#### WHAT YOU HAVE TO DO:
Give the number of lines in the listing that contain "false", with no other words.

DATASET ENTRIES section start

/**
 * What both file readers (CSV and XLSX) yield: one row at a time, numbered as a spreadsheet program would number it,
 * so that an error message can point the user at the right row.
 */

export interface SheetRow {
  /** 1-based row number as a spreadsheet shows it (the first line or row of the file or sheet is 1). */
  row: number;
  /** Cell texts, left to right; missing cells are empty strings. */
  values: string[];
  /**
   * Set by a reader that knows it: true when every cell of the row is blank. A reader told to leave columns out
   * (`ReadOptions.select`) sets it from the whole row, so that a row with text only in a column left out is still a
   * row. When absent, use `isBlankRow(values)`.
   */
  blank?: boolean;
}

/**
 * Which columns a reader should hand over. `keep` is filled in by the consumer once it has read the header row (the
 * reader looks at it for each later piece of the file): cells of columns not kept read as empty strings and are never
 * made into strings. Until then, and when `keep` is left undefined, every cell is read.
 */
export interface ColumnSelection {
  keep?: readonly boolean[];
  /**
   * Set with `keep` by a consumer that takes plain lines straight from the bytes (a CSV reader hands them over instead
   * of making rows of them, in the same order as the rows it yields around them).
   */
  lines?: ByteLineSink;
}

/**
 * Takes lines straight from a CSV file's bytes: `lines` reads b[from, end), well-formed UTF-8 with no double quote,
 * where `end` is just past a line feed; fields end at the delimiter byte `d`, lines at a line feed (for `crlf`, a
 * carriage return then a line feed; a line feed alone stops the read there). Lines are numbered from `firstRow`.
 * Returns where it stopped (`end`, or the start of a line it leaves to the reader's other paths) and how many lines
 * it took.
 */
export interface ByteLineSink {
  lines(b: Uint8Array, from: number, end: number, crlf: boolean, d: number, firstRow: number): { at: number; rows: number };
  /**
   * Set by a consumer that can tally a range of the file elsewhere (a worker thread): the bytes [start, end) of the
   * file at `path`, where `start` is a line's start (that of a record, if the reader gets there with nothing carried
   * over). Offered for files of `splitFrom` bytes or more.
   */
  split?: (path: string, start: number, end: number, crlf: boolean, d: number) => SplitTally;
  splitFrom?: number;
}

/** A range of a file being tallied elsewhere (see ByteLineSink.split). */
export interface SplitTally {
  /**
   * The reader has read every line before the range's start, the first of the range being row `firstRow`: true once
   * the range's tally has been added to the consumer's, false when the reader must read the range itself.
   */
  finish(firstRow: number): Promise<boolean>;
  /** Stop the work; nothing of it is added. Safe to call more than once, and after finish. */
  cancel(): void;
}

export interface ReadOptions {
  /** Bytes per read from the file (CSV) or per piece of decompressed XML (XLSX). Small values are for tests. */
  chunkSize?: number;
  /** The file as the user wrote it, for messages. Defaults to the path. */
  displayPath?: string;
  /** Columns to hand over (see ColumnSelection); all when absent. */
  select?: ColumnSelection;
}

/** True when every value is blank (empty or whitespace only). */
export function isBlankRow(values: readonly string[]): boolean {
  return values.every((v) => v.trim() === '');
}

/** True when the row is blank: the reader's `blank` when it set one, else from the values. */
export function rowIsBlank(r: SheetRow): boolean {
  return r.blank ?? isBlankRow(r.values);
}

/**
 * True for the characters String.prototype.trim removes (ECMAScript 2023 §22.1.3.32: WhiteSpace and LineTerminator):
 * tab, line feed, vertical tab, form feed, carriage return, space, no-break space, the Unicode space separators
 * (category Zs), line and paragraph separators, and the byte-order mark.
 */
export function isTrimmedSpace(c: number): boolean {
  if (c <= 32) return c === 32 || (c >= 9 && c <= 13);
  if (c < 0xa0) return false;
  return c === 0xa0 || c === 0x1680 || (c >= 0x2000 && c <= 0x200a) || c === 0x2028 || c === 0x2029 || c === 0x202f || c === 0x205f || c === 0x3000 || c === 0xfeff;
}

DATASET ENTRIES section end

#### OUTPUT BELOW:
2